● **Assignment**
Lines in the listing below that include the word "arange" need to be copied.

● **The data**
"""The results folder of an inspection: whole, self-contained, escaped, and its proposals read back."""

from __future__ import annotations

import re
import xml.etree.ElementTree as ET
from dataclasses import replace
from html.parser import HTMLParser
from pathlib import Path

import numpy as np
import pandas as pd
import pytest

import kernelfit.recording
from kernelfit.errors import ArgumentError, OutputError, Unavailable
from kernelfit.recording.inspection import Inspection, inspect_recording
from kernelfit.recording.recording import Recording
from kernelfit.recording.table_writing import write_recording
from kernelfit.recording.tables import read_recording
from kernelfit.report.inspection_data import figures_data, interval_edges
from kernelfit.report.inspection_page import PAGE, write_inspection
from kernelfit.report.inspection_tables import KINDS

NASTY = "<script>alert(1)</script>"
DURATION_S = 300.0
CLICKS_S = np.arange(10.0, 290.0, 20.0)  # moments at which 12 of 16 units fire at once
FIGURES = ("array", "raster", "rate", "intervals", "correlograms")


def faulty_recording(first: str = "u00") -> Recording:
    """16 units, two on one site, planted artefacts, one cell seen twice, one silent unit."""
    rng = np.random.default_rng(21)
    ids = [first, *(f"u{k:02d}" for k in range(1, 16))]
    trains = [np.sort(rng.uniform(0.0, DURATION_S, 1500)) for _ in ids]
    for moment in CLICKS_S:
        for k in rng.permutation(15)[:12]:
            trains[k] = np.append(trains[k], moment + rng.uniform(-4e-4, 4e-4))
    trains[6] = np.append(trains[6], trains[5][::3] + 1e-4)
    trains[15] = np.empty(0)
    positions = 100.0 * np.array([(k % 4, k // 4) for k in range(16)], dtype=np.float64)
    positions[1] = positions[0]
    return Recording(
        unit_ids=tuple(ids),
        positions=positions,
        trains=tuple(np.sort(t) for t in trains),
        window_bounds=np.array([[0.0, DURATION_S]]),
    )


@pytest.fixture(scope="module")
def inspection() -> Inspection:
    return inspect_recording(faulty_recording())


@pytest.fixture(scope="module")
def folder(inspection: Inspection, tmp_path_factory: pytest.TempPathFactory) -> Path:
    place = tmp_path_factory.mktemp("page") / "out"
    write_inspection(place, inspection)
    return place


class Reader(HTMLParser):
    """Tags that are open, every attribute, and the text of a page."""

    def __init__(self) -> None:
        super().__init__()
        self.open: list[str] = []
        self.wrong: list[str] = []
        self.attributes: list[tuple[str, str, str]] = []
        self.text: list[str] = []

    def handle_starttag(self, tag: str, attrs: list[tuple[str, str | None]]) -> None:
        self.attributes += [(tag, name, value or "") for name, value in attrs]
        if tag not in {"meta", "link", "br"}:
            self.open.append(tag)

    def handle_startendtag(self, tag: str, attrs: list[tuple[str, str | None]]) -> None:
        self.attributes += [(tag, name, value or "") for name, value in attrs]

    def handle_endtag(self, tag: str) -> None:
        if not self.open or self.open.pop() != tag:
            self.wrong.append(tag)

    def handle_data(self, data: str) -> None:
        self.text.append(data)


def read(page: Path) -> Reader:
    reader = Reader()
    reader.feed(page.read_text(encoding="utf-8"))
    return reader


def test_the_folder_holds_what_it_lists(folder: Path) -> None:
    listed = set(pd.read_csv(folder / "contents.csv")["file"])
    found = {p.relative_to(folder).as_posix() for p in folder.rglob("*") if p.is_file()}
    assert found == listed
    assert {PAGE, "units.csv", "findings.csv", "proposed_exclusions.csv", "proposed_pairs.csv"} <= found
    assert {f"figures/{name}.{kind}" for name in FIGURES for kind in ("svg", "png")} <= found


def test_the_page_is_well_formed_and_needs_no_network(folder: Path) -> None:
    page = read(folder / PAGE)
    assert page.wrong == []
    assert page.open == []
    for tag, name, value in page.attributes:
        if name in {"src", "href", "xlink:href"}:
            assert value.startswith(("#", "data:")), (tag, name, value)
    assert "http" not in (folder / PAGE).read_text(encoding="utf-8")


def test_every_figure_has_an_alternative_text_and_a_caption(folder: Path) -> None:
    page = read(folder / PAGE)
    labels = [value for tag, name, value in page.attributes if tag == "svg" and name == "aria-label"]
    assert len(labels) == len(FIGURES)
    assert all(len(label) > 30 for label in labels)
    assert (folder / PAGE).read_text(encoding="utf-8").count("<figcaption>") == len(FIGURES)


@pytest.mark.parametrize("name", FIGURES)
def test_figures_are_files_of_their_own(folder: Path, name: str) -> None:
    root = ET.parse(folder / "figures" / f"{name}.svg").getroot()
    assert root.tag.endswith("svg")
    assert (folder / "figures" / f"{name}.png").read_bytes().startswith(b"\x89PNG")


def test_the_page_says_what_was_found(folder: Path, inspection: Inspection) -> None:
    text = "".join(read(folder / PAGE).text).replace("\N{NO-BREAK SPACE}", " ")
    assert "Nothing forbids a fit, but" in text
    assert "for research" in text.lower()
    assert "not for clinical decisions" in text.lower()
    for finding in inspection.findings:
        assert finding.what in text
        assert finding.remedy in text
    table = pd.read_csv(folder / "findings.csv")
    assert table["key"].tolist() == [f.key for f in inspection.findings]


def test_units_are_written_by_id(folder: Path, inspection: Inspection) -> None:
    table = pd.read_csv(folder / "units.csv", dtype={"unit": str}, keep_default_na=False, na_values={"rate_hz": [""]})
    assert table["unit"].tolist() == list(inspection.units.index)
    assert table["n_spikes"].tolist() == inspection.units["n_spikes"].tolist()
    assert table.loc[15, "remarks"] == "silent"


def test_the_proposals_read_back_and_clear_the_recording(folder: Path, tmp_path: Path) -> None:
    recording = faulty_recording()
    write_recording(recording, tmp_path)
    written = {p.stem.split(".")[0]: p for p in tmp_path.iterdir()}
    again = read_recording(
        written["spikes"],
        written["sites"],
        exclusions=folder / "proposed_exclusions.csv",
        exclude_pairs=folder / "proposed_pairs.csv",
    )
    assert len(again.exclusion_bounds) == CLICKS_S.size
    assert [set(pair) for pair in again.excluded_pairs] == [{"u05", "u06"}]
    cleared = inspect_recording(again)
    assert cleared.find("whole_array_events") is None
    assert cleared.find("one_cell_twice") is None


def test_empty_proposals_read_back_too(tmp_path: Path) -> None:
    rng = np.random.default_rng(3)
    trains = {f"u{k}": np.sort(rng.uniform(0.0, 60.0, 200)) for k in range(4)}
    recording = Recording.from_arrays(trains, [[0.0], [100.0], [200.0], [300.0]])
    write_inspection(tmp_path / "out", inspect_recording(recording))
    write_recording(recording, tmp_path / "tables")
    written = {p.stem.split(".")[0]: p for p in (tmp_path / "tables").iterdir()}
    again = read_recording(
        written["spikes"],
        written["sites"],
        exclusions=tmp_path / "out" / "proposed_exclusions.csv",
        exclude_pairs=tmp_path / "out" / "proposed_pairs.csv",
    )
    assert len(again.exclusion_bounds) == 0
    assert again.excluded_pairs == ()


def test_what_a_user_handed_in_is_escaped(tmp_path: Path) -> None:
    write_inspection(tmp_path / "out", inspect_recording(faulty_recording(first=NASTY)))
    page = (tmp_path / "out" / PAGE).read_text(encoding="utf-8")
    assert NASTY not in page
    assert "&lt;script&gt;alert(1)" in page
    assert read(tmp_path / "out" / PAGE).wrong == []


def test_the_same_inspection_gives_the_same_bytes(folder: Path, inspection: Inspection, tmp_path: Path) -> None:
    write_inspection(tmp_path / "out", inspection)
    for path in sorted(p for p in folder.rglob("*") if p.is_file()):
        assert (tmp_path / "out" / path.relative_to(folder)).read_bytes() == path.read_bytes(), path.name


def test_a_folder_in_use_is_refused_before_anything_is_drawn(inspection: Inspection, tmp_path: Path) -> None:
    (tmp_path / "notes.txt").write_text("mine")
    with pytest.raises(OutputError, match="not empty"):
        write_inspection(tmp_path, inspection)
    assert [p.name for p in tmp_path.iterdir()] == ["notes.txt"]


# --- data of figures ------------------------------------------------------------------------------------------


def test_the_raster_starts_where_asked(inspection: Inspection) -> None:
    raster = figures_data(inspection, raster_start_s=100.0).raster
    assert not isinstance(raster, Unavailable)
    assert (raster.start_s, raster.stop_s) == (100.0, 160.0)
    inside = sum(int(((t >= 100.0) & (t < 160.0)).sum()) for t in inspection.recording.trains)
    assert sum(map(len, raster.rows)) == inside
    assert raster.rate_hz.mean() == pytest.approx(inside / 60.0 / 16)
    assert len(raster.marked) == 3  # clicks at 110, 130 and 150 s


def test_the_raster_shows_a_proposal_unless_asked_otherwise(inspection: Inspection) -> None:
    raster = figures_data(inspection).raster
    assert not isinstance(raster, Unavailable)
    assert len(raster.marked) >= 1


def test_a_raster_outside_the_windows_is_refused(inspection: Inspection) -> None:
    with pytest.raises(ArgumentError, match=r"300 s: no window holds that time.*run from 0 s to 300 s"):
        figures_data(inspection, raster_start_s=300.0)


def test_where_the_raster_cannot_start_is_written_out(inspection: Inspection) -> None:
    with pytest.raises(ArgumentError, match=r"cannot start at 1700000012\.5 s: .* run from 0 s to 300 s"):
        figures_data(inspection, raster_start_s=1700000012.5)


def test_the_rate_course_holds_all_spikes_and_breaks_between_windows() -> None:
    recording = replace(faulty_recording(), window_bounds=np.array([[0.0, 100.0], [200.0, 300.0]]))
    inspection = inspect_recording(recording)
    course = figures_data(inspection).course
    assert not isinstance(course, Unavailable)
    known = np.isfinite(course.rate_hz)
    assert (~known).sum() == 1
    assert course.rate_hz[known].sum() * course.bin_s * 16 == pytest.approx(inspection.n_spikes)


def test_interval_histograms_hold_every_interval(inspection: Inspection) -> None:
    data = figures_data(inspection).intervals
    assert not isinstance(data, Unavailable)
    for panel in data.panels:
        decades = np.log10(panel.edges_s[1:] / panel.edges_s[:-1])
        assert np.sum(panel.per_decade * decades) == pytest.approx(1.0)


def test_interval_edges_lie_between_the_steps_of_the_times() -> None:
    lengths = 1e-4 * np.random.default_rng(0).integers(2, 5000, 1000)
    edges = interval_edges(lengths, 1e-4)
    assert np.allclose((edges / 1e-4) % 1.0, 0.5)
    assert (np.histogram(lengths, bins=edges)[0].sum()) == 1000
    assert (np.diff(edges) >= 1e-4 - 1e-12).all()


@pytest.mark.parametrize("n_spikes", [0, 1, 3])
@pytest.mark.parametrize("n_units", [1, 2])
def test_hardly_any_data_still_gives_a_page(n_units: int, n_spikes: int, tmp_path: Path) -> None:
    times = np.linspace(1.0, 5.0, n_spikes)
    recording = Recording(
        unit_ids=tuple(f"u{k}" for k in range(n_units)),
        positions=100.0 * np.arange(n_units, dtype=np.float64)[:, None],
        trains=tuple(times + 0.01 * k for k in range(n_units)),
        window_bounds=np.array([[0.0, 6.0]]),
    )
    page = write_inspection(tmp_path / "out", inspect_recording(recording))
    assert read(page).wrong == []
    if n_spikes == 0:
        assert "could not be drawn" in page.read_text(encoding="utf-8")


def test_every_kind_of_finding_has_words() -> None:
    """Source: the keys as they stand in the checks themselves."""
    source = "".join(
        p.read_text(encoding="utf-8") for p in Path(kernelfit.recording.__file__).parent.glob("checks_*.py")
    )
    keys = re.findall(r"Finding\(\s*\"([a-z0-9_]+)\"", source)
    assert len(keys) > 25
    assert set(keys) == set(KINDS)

● **Exercise solution**
CLICKS_S = np.arange(10.0, 290.0, 20.0)  # moments at which 12 of 16 units fire at once
        positions=100.0 * np.arange(n_units, dtype=np.float64)[:, None],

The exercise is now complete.